I decided to give predicted outputs a quick test run for “text proofreading”.
It seems like a good fit because the majority of the text is unchanged.
However:
- It increases costs
- Speed benefit is good but not earth-shattering
- It has an unexpectedly low hit rate
It increases costs
This is the clearest thing from the experiment. Output tokens are predictably and consistently higher.

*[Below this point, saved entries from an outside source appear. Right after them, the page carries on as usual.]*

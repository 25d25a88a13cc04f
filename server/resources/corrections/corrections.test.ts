import { testApp } from '../../test-support/app';
import { alarmFixture } from '../../alarms/alarm-test-fixture';

/**
 * Four eyes on the server (issue 9 §6): who may propose, approve and reject a correction, for every
 * combination of proposer and decider; a decided correction stays decided; bad input is named.
 */
let t: Awaited<ReturnType<typeof testApp>>;
type User = Awaited<ReturnType<typeof t.signedIn>>;
let people: Record<'engineer' | 'engineer2' | 'admin' | 'admin2' | 'operator' | 'accountant', User>;
let f: Awaited<ReturnType<typeof alarmFixture>>;
let other: Awaited<ReturnType<typeof alarmFixture>>;

beforeAll(async () => {
  t = await testApp();
  people = {
    engineer: await t.signedIn('engineer'),
    engineer2: await t.signedIn('engineer'),
    admin: await t.signedIn('admin'),
    admin2: await t.signedIn('admin'),
    operator: await t.signedIn('operator'),
    accountant: await t.signedIn('accountant'),
  };
  f = await alarmFixture(t, people.engineer.token);
  other = await alarmFixture(t, people.engineer.token);
});
afterAll(() => t.close());

const adjustment = (overrides: Record<string, unknown> = {}) => ({
  meterRunId: f.meterRunId,
  start: '2026-10-10T00:00:00Z',
  end: '2026-10-11T00:00:00Z',
  kind: 'adjust',
  factor: 1.02,
  reason: 'orifice plate found worn; 2 % under-registration by inspection',
  ...overrides,
});

const propose = (who: User, body: Record<string, unknown>) =>
  t.http().post('/api/corrections').set('Authorization', `Bearer ${who.token}`).send(body);
const decide = (
  who: User,
  id: string,
  decision: 'approve' | 'reject',
  reason = 'checked against the inspection report',
) => t.http().post(`/api/corrections/${id}/${decision}`).set('Authorization', `Bearer ${who.token}`).send({ reason });

describe('proposing a correction', () => {
  it('answers 201 with the id and status proposed, and audits it with the reason', async () => {
    const res = await propose(people.engineer, adjustment());
    expect(res.status).toBe(201);
    expect(Object.keys(res.body).slice(0, 2)).toEqual(['id', 'status']);
    expect(res.body).toMatchObject({ status: 'proposed', kind: 'adjust', factor: 1.02, origin: 'manual' });
    const audit = await t
      .http()
      .get(`/api/audit-events?entityType=correction&entityId=${res.body.id}`)
      .set('Authorization', `Bearer ${people.admin.token}`);
    expect(audit.status).toBe(200);
    const event = (audit.body.events ?? audit.body).find((e: { action: string }) => e.action === 'correction.propose');
    expect(event).toMatchObject({ reason: adjustment().reason });
  });

  it.each(['operator', 'accountant'] as const)('is refused to the %s role (403)', async (role) => {
    const res = await propose(people[role], adjustment());
    expect(res.status).toBe(403);
  });

  it.each([
    ['end before start', { end: '2026-10-09T00:00:00Z' }, 'end'],
    ['a factor of 0', { factor: 0 }, 'factor'],
    ['a negative factor', { factor: -1 }, 'factor'],
    ['no reason', { reason: undefined }, 'reason'],
    ['an empty reason', { reason: '   ' }, 'reason'],
    ['an adjustment without a factor', { factor: undefined }, 'factor'],
    ['a start inside an hour', { start: '2026-10-10T00:30:00Z' }, 'start'],
    ['a local time without a zone', { start: '2026-10-10T00:00:00' }, 'start'],
    ['a period in the future', { end: '2099-01-01T00:00:00Z' }, 'end'],
    ['an unknown kind', { kind: 'replace' }, 'kind'],
    ['no meter run', { meterRunId: undefined }, 'meterRunId'],
    ['a meter run that does not exist', { meterRunId: '999999999' }, 'meterRunId'],
  ])('refuses %s with a 400 naming the field', async (_what, overrides, field) => {
    const res = await propose(people.engineer, adjustment(overrides));
    expect(res.status).toBe(400);
    expect(res.body.error.field).toBe(field);
  });

  it.each([
    ['neither a quantity nor readings', {}, 'massKg'],
    ['both a quantity and readings', { massKg: 5, substitute: { transmitterId: '1', value: 3 } }, 'massKg'],
    ['a negative quantity', { massKg: -5 }, 'massKg'],
    ['a factor', { massKg: 5, factor: 2 }, 'factor'],
    ['a substitute value that is not a number', { substitute: { transmitterId: '1', value: 'x' } }, 'substitute'],
  ])('refuses a substitution with %s, naming the field', async (_what, overrides, field) => {
    const res = await propose(people.engineer, adjustment({ kind: 'substitute', factor: undefined, ...overrides }));
    expect(res.status).toBe(400);
    expect(res.body.error.field).toBe(field);
  });

  it('refuses substituted readings of another meter run’s transmitter, naming substitute.transmitterId', async () => {
    const res = await propose(
      people.engineer,
      adjustment({ kind: 'substitute', factor: undefined, substitute: { transmitterId: other.dp.id, value: 20 } }),
    );
    expect(res.status).toBe(400);
    expect(res.body.error.field).toBe('substitute.transmitterId');
  });

  it('refuses to hold a value when the transmitter has no reading before the period, naming substitute.hold', async () => {
    const res = await propose(
      people.engineer,
      adjustment({ kind: 'substitute', factor: undefined, substitute: { transmitterId: f.dp.id, hold: true } }),
    );
    expect(res.status).toBe(400);
    expect(res.body.error.field).toBe('substitute.hold');
  });

  it('refuses a quantity substitution on a bi-directional meter run, naming massKg, and takes a factor there', async () => {
    const bi = await alarmFixture(t, people.engineer.token);
    const orifice = { kind: 'orifice', taps: 'flange', pipeDiameterM: 0.3, boreDiameterM: 0.1 };
    const version = await t
      .http()
      .post(`/api/meter-runs/${bi.meterRunId}/config-versions`)
      .set('Authorization', `Bearer ${people.engineer.token}`)
      .send({
        effectiveFrom: '2026-10-10T12:00:00Z',
        element: orifice,
        fluid: {
          kind: 'ideal-gas',
          molarMassKgPerMol: 0.01804,
          compressibility: 1,
          isentropicExponent: 1.2,
          viscosityPaS: 1.12e-5,
        },
        reverseElement: orifice,
        reason: 'bi-directional from noon',
      });
    expect(version.status).toBe(201);
    const quantity = { meterRunId: bi.meterRunId, kind: 'substitute', factor: undefined, massKg: 1000 };
    // The day overlaps the bi-directional version from noon on.
    const refused = await propose(people.engineer, adjustment(quantity));
    expect(refused.status).toBe(400);
    expect(refused.body.error.field).toBe('massKg');
    expect(refused.body.error.message).toMatch(/bi-directional/);
    // The morning before it is one-way: a quantity is accepted there.
    const morning = await propose(people.engineer, adjustment({ ...quantity, end: '2026-10-10T12:00:00Z' }));
    expect(morning.status).toBe(201);
    expect((await propose(people.engineer, adjustment({ meterRunId: bi.meterRunId }))).status).toBe(201);
  });
});

describe('four eyes: every proposer against every decider', () => {
  type Who = keyof typeof people;
  const combinations: [Who, Who, number][] = [
    ['engineer', 'engineer', 403],
    ['engineer', 'engineer2', 200],
    ['engineer', 'admin', 200],
    ['engineer', 'operator', 403],
    ['engineer', 'accountant', 403],
    ['admin', 'admin', 403],
    ['admin', 'admin2', 200],
    ['admin', 'engineer', 200],
    ['admin', 'engineer2', 200],
    ['admin', 'operator', 403],
    ['admin', 'accountant', 403],
  ];
  for (const decision of ['approve', 'reject'] as const) {
    it.each(combinations)(
      `a correction by %s, ${decision === 'approve' ? 'approved' : 'rejected'} by %s, answers %d`,
      async (proposer, decider, status) => {
        const created = await propose(people[proposer], adjustment());
        expect(created.status).toBe(201);
        const res = await decide(people[decider], created.body.id, decision);
        expect(res.status).toBe(status);
        if (status === 403 && proposer === decider) expect(res.body.error.code).toBe('own_correction');
        if (status === 200) {
          expect(res.body).toMatchObject({
            id: created.body.id,
            status: decision === 'approve' ? 'approved' : 'rejected',
            decidedBy: { id: people[decider].id },
            decisionReason: 'checked against the inspection report',
          });
        } else {
          const after = await t
            .http()
            .get(`/api/corrections/${created.body.id}`)
            .set('Authorization', `Bearer ${people.operator.token}`);
          expect(after.body.status).toBe('proposed');
        }
      },
    );
  }
});

describe('a decided correction', () => {
  it('cannot be approved or rejected again (409), and the first decision stands', async () => {
    const created = await propose(people.engineer, adjustment());
    expect((await decide(people.engineer2, created.body.id, 'reject')).status).toBe(200);
    const again = await decide(people.admin, created.body.id, 'approve');
    expect(again.status).toBe(409);
    expect(again.body.error.code).toBe('decided');
    expect((await decide(people.engineer2, created.body.id, 'reject')).status).toBe(409);
    const list = await t
      .http()
      .get(`/api/corrections?meterRunId=${f.meterRunId}&status=rejected`)
      .set('Authorization', `Bearer ${people.accountant.token}`);
    expect(list.status).toBe(200);
    const found = list.body.find((c: { id: string }) => c.id === created.body.id);
    expect(found).toMatchObject({ status: 'rejected', decidedBy: { id: people.engineer2.id } });
    expect(list.body.every((c: { status: string }) => c.status === 'rejected')).toBe(true);
  });

  it('is audited with the reason and the old and new values', async () => {
    const created = await propose(people.engineer, adjustment());
    await decide(people.admin, created.body.id, 'approve', 'inspection report attached to the work order');
    const audit = await t
      .http()
      .get(`/api/audit-events?entityType=correction&entityId=${created.body.id}`)
      .set('Authorization', `Bearer ${people.admin.token}`);
    const events = audit.body.events ?? audit.body;
    const approval = events.find((e: { action: string }) => e.action === 'correction.approve');
    expect(approval).toMatchObject({
      reason: 'inspection report attached to the work order',
      before: { status: 'proposed' },
      after: { status: 'approved' },
    });
  });

  it('refuses a decision without a reason, naming reason', async () => {
    const created = await propose(people.engineer, adjustment());
    const res = await t
      .http()
      .post(`/api/corrections/${created.body.id}/approve`)
      .set('Authorization', `Bearer ${people.engineer2.token}`)
      .send({});
    expect(res.status).toBe(400);
    expect(res.body.error.field).toBe('reason');
  });

  it('answers 404 for a correction that does not exist', async () => {
    expect((await decide(people.engineer2, '999999999', 'approve')).status).toBe(404);
  });
});

describe('the corrections table', () => {
  it('refuses a change of the figures, a second decision, a delete, and a decision by the proposer, whatever connects', async () => {
    const created = await propose(people.engineer, adjustment());
    const id = created.body.id as string;
    const q = (sql: string) => t.sequelize.query(sql, { replacements: { id } });
    await expect(q('UPDATE corrections SET factor = 5 WHERE id = :id')).rejects.toThrow(/only the decision may change/);
    await expect(q('DELETE FROM corrections WHERE id = :id')).rejects.toThrow(/never deleted/);
    await expect(
      q(
        `UPDATE corrections SET status = 'approved', decided_by = proposed_by, decided_at = now(), decision_reason = 'x' WHERE id = :id`,
      ),
    ).rejects.toThrow(/check constraint/);
    await decide(people.engineer2, id, 'approve');
    await expect(q(`UPDATE corrections SET status = 'rejected' WHERE id = :id`)).rejects.toThrow(/already approved/);
  });
});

In the case of the text above, output tokens move from 208 → 303 due to:
"usage": {
"prompt_tokens": 677,
"completion_tokens": 303,
"total_tokens": 980,
"prompt_tokens_details": {
"cached_tokens": 0,
"audio_tokens": 0
},
"completion_tokens_details": {
"reasoning_tokens": 0,
"audio_tokens": 0,
"accepted_prediction_tokens": 152,
"rejected_prediction_tokens": 94
}
},
It appears that you pay for rejected tokens, so there is a brand new cost on top of your output tokens.
Speed benefits
Anecdotally, looking at 3 runs on GPT4o:
With predicted output, 1319ms - 2262ms - 1596ms
Without predicted output, 2829ms - 6948ms - 3706ms
Additionally, when testing larger bodies of text, it appears to hit pathological states where it gets 0 predictions quite easily.
Furthermore, a typo at the beginning of a body of text can lead to rejections from that point onwards, which end up being counterproductive. It is very unclear when it will cause 60 tokens to be rejected vs the entire post.
It has an unexpectedly low hit rate
This feels like the biggest problem of the system. Ninety-four tokens can be rejected for a prediction that is only four tokens off. This makes it very hard to hone the system.
Wondering what other people have been experiencing and if proofreading is a good use for this feature?